Dedi ki:

Kahveler hazır...

Dedim ki:

O halde afiyetle içelim... Kahve her damakta aynı tadı bırakır, fakat yürekte tad bırakıyorsa, karşında oturan kişinin sana kattığı değerdir. Benim için çok özel bir "değer"sin.

Dedi ki:

Teşekkür ediyorum. Bugün dönemsel sorularım olacak. Şuan 16 yaşındayım ve anlatılanlara göre bir yüzyılda yaşanabilecek tüm olumsuzluklara tanıklık ettim.

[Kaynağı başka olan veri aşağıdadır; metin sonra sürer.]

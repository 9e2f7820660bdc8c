//! `oddsboard report LOG`: the after-action report (Markdown) of a log;
//! `--charts DIR` also writes its charts as SVG files.

use super::CliResult;
use super::input::read_log_reporting;
use crate::report::{after_action, render_markdown};
use std::path::PathBuf;

#[derive(Debug, clap::Args)]
pub struct Args {
    /// The log to report on.
    pub log: PathBuf,
    /// The report's content as one JSON document instead of Markdown.
    #[arg(long)]
    pub json: bool,
    /// Also write the charts (worst odds per tier over time, reliability
    /// diagram) as SVG files into this directory.
    #[arg(long, value_name = "DIR")]
    pub charts: Option<PathBuf>,
}

pub fn run(args: Args) -> CliResult {
    let (_, contents) = read_log_reporting(&args.log)?;
    let name = args.log.display().to_string();
    let data = after_action(&contents.records, &name).map_err(|e| e.in_file(&name))?;
    let charts = match &args.charts {
        Some(dir) => super::charts::write_charts(&data, dir)?,
        None => Vec::new(),
    };
    if args.json {
        super::json::print_pretty(&data)?;
        for (_, path) in &charts {
            eprintln!("chart written: {}", path.display());
        }
    } else {
        print!("{}", crate::clean::clean_lines(&render_markdown(&data)));
        if !charts.is_empty() {
            println!("\n## Charts\n");
            for (title, path) in &charts {
                println!("![{title}]({})\n", path.display());
            }
        }
    }
    Ok(())
}
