//! `oddsboard record LOG EVENT`: appends one event after checking it applies;
//! `-` reads one event a line from stdin, each line all-or-nothing.

use super::CliResult;
use super::input::actor;
use crate::log::{Event, LogWriter};
use std::io::BufRead;
use std::path::PathBuf;

#[derive(Debug, clap::Args)]
pub struct Args {
    /// The log to append to.
    pub log: PathBuf,
    /// The event as YAML or JSON text, e.g. '{kind: unit_lost, unit: E2}';
    /// `-` reads one event a line from stdin (blank lines and lines starting
    /// with `#` are skipped).
    pub event: String,
    /// Who records it (default: $USER, else "operator").
    #[arg(long)]
    pub by: Option<String>,
}

/// Parses one event from YAML or JSON text.
pub fn parse_event(text: &str) -> Result<Event, String> {
    serde_yaml::from_str::<Event>(text).map_err(|e| {
        let msg = e.to_string();
        match e.location() {
            Some(l) if !msg.contains("line ") => {
                format!("line {} column {}: {msg}", l.line(), l.column())
            }
            _ => msg,
        }
    })
}

pub fn run(args: Args) -> CliResult {
    let by = actor(args.by);
    let log = args.log.display().to_string();
    let mut writer = LogWriter::open(&args.log)?;
    if args.event != "-" {
        let event = parse_event(&args.event).map_err(|e| anyhow::anyhow!("{log}: event: {e}"))?;
        let record = writer.append(&by, event)?;
        warn_repair(&writer, &log);
        println!("recorded seq {}: {}", record.seq, record.event.describe());
        return Ok(());
    }
    let stdin = std::io::stdin();
    let (mut ok, mut refused) = (0usize, 0usize);
    for (i, line) in stdin.lock().lines().enumerate() {
        let line_no = i + 1;
        let line = line.map_err(|e| anyhow::anyhow!("stdin:{line_no}: cannot read: {e}"))?;
        let text = line.trim();
        if text.is_empty() || text.starts_with('#') {
            continue;
        }
        let outcome = parse_event(text)
            .map_err(|e| format!("event: {e}"))
            .and_then(|ev| writer.append(&by, ev).map_err(|e| e.to_string()));
        match outcome {
            Ok(r) => {
                ok += 1;
                println!(
                    "stdin:{line_no}: recorded seq {}: {}",
                    r.seq,
                    r.event.describe()
                );
            }
            Err(e) => {
                refused += 1;
                eprintln!("stdin:{line_no}: refused: {e}");
            }
        }
    }
    warn_repair(&writer, &log);
    if refused > 0 {
        anyhow::bail!(
            "{log}: {refused} of {} events refused (the others were recorded)",
            ok + refused
        );
    }
    Ok(())
}

fn warn_repair(writer: &LogWriter, log: &str) {
    if let Some(t) = writer.repaired_tail() {
        eprintln!(
            "warning: {log}:{}: {t}; it was cut off before appending",
            t.line
        );
    }
}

Tüm bu yaşananlarla ilgili genel bir değerlendirme yapabilir misiniz? Anlatımlarınızın içinden seçmek istiyorum sorularımı...

Dedim ki:

Bazı sorunların dönemsel olduğu ile ilgili tespite kısmen katılabilirim. Çok çok özel durumlar olabilir. Benim üzerinde durduğum şey sorundan ziyade sorunu ortaya çıkaran durum ya da durumlar ile o sorunun giderilmesi için üretilen çözümler. "Günü kurtarmak" deyimi vardır. Gününü kurtarmaya çalışırsan, her gün yorulursun. Ama öngörü sahibi olursan ve gerçek ile içiçe yaşarsan hergün yorulmak zorunda kalmazsın.

Dedi ki:

Yani bizim kuşağın yaşadığı sorunlar önceki dönem kuşaklarından çok farklı değil mi demek istiyorsunuz?

Dedim ki:

Belki sorunların adı değişiyor fakat içerikte çok farklılık olduğunu düşünmüyorum. Küresel çapta salgın hastalıklar, okyanusları aşan savaşlar, doğal afetler, vs.

Dedi ki:

Pandemi ya da 6 şubat depremini küçümsüyor musunuz?

Dedim ki:

İnsanın kendiliğinden ölmediği hiçbir şeye kayıtsız kalamam. Kalmam da mümkün değil... Ölümle bu kadar iç içe yaşayıp da ölümden bu kadar uzak, dünyaya yerleşmeye çalışmak şaşılası bir durum. Özelde soruna gelince, 6 Şubat'ta hepimiz eksik kaldık. Telafisi mümkün olmayan bir eksiklik. Bu durumu küçümsemek mi? Bilakis büyütüyorum...

Dedi ki:

Yine de her şeyi tam anlamıyla izah etmiyorsunuz. Sebebini anlayabiliyorum. Üstüne benim de bir şeyler koymamı istiyorsunuz.

Dedim ki:

Konuşma Halkası gibi!

Dedi ki:

Konuşma Halkası nedir?

Dedim ki:

Bireylerin görüş farklılıklarını görmeye ve farklı görüşlere saygı göstermesine yarayan bir yöntemdir. Konuşma halkasının amacı; insanlar arasında güven ve saygı atmosferi oluşturmak, toplumsal ilişkileri ve iletişimi geliştirmektir.

Dedi ki:

Yeni bir kavram daha öğrendim.

Dedim ki:

Eğer bilinçli bir davranış değişimine yol açarsa öğrenme olur.

Dedi ki:

Yani?

Dedim ki:

Şuan duydun ve anladın. Eğer bu sende bir davranış değişikliğine yol açmazsa bu bir öğrenme değildir.

Dedi ki:

Anladım. Sohbet için son söz sizin!

Dedim ki:

Ne kadar çok desem,

o kadar az kalıyor...

Büyüdükçe küçülüyor,

küçüldükçe büyüyorum...

Yaşadıkça ölüyor,

öldükçe daha çok yaşıyorum...

Yazdıkça siliyor,

sildikçe daha çok yazıyorum...

Sustukça konuşuyor,

konuştukça daha çok susuyorum...

Vazgeçtikçe tutunuyor,

tutundukça vazgeçiyorum...

Kaybettikçe buluyor,

buldukça kaybediyorum...

Çoğaldıkça azalıyor,

azaldıkça çoğalıyorum...

Gittikçe kalıyor,

kaldıkça gidiyorum...

...

Yaşamın dinamiği, içinde ölümü barındırmasından kaynaklanıyor. İnsan ölümü hissettikçe daha çok yaşamaya, yaşamayı istedikçe daha çok ölüme yakınlaşır. Bu sonsuz diyalektiğin içersinde sonlu olan öz yaşantımızın farkında olabilmek gerçek ölümsüzlüktür.